━━━ STORED DATA

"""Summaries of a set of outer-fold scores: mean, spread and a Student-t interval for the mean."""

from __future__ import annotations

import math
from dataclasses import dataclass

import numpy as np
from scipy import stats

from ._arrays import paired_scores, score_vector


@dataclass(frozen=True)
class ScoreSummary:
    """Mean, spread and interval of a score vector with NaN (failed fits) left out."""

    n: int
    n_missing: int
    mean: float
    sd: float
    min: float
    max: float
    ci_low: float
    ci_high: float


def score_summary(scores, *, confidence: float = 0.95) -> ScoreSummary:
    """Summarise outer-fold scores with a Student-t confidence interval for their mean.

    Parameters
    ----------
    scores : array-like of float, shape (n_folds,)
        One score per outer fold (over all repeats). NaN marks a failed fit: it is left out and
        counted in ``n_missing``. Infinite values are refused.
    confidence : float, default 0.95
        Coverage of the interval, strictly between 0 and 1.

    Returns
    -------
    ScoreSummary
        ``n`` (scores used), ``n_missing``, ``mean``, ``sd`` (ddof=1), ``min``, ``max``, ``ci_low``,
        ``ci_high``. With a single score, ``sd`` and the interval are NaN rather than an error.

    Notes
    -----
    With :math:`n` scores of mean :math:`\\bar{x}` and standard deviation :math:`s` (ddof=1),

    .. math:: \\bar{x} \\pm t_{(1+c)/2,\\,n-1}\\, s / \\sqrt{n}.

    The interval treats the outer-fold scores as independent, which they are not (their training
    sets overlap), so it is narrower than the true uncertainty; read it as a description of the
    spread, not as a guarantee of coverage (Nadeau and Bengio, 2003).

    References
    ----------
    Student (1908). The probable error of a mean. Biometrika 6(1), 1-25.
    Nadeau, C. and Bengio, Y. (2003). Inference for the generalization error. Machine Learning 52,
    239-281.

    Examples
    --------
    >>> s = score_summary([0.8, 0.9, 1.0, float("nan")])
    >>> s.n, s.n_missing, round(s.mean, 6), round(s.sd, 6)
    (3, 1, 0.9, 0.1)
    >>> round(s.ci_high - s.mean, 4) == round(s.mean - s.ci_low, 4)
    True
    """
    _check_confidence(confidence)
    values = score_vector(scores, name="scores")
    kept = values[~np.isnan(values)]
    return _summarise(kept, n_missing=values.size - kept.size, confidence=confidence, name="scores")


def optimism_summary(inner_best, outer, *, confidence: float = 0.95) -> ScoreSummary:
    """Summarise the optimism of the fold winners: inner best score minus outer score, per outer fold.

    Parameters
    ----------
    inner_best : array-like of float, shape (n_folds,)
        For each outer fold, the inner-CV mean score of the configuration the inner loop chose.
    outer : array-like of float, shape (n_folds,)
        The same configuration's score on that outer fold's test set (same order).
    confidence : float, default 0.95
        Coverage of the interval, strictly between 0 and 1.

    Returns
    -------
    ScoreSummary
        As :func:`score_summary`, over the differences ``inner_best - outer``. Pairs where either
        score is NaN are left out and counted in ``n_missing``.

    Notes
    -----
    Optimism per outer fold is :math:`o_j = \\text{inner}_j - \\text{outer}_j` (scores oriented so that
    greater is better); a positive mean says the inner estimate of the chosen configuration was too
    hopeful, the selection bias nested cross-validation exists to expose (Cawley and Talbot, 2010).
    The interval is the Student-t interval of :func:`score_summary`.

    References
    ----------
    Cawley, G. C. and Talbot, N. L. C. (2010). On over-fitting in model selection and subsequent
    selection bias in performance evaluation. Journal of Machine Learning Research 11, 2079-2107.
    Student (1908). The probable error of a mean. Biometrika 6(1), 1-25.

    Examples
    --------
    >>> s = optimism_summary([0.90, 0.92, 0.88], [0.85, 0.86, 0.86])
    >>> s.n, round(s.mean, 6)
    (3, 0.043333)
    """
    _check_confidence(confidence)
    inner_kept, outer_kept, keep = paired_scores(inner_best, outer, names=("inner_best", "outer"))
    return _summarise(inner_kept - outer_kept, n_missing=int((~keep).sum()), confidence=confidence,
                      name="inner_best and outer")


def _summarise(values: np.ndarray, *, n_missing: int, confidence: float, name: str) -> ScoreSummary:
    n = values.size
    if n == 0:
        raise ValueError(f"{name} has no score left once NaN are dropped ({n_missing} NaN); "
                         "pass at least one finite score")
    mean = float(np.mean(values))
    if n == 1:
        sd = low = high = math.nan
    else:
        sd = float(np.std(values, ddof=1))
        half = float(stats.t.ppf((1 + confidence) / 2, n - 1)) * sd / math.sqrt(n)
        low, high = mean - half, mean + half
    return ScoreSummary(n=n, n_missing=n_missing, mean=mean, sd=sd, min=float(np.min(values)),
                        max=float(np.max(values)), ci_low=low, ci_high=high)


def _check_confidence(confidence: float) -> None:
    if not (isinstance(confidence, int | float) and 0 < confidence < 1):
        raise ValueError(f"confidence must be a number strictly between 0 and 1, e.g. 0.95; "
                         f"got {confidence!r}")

━━━━━━

WHAT YOU SHOULD DO> Write the entries out again verbatim, every one of them.

RESPONSE>
"""Summaries of a set of outer-fold scores: mean, spread and a Student-t interval for the mean."""

from __future__ import annotations

import math
from dataclasses import dataclass

import numpy as np
from scipy import stats

from ._arrays import paired_scores, score_vector


@dataclass(frozen=True)
class ScoreSummary:
    """Mean, spread and interval of a score vector with NaN (failed fits) left out."""

    n: int
    n_missing: int
    mean: float
    sd: float
    min: float
    max: float
    ci_low: float
    ci_high: float


def score_summary(scores, *, confidence: float = 0.95) -> ScoreSummary:
    """Summarise outer-fold scores with a Student-t confidence interval for their mean.

    Parameters
    ----------
    scores : array-like of float, shape (n_folds,)
        One score per outer fold (over all repeats). NaN marks a failed fit: it is left out and
        counted in ``n_missing``. Infinite values are refused.
    confidence : float, default 0.95
        Coverage of the interval, strictly between 0 and 1.

    Returns
    -------
    ScoreSummary
        ``n`` (scores used), ``n_missing``, ``mean``, ``sd`` (ddof=1), ``min``, ``max``, ``ci_low``,
        ``ci_high``. With a single score, ``sd`` and the interval are NaN rather than an error.

    Notes
    -----
    With :math:`n` scores of mean :math:`\\bar{x}` and standard deviation :math:`s` (ddof=1),

    .. math:: \\bar{x} \\pm t_{(1+c)/2,\\,n-1}\\, s / \\sqrt{n}.

    The interval treats the outer-fold scores as independent, which they are not (their training
    sets overlap), so it is narrower than the true uncertainty; read it as a description of the
    spread, not as a guarantee of coverage (Nadeau and Bengio, 2003).

    References
    ----------
    Student (1908). The probable error of a mean. Biometrika 6(1), 1-25.
    Nadeau, C. and Bengio, Y. (2003). Inference for the generalization error. Machine Learning 52,
    239-281.

    Examples
    --------
    >>> s = score_summary([0.8, 0.9, 1.0, float("nan")])
    >>> s.n, s.n_missing, round(s.mean, 6), round(s.sd, 6)
    (3, 1, 0.9, 0.1)
    >>> round(s.ci_high - s.mean, 4) == round(s.mean - s.ci_low, 4)
    True
    """
    _check_confidence(confidence)
    values = score_vector(scores, name="scores")
    kept = values[~np.isnan(values)]
    return _summarise(kept, n_missing=values.size - kept.size, confidence=confidence, name="scores")


def optimism_summary(inner_best, outer, *, confidence: float = 0.95) -> ScoreSummary:
    """Summarise the optimism of the fold winners: inner best score minus outer score, per outer fold.

    Parameters
    ----------
    inner_best : array-like of float, shape (n_folds,)
        For each outer fold, the inner-CV mean score of the configuration the inner loop chose.
    outer : array-like of float, shape (n_folds,)
        The same configuration's score on that outer fold's test set (same order).
    confidence : float, default 0.95
        Coverage of the interval, strictly between 0 and 1.

    Returns
    -------
    ScoreSummary
        As :func:`score_summary`, over the differences ``inner_best - outer``. Pairs where either
        score is NaN are left out and counted in ``n_missing``.

    Notes
    -----
    Optimism per outer fold is :math:`o_j = \\text{inner}_j - \\text{outer}_j` (scores oriented so that
    greater is better); a positive mean says the inner estimate of the chosen configuration was too
    hopeful, the selection bias nested cross-validation exists to expose (Cawley and Talbot, 2010).
    The interval is the Student-t interval of :func:`score_summary`.

    References
    ----------
    Cawley, G. C. and Talbot, N. L. C. (2010). On over-fitting in model selection and subsequent
    selection bias in performance evaluation. Journal of Machine Learning Research 11, 2079-2107.
    Student (1908). The probable error of a mean. Biometrika 6(1), 1-25.

    Examples
    --------
    >>> s = optimism_summary([0.90, 0.92, 0.88], [0.85, 0.86, 0.86])
    >>> s.n, round(s.mean, 6)
    (3, 0.043333)
    """
    _check_confidence(confidence)
    inner_kept, outer_kept, keep = paired_scores(inner_best, outer, names=("inner_best", "outer"))
    return _summarise(inner_kept - outer_kept, n_missing=int((~keep).sum()), confidence=confidence,
                      name="inner_best and outer")


def _summarise(values: np.ndarray, *, n_missing: int, confidence: float, name: str) -> ScoreSummary:
    n = values.size
    if n == 0:
        raise ValueError(f"{name} has no score left once NaN are dropped ({n_missing} NaN); "
                         "pass at least one finite score")
    mean = float(np.mean(values))
    if n == 1:
        sd = low = high = math.nan
    else:
        sd = float(np.std(values, ddof=1))
        half = float(stats.t.ppf((1 + confidence) / 2, n - 1)) * sd / math.sqrt(n)
        low, high = mean - half, mean + half
    return ScoreSummary(n=n, n_missing=n_missing, mean=mean, sd=sd, min=float(np.min(values)),
                        max=float(np.max(values)), ci_low=low, ci_high=high)


def _check_confidence(confidence: float) -> None:
    if not (isinstance(confidence, int | float) and 0 < confidence < 1):
        raise ValueError(f"confidence must be a number strictly between 0 and 1, e.g. 0.95; "
                         f"got {confidence!r}")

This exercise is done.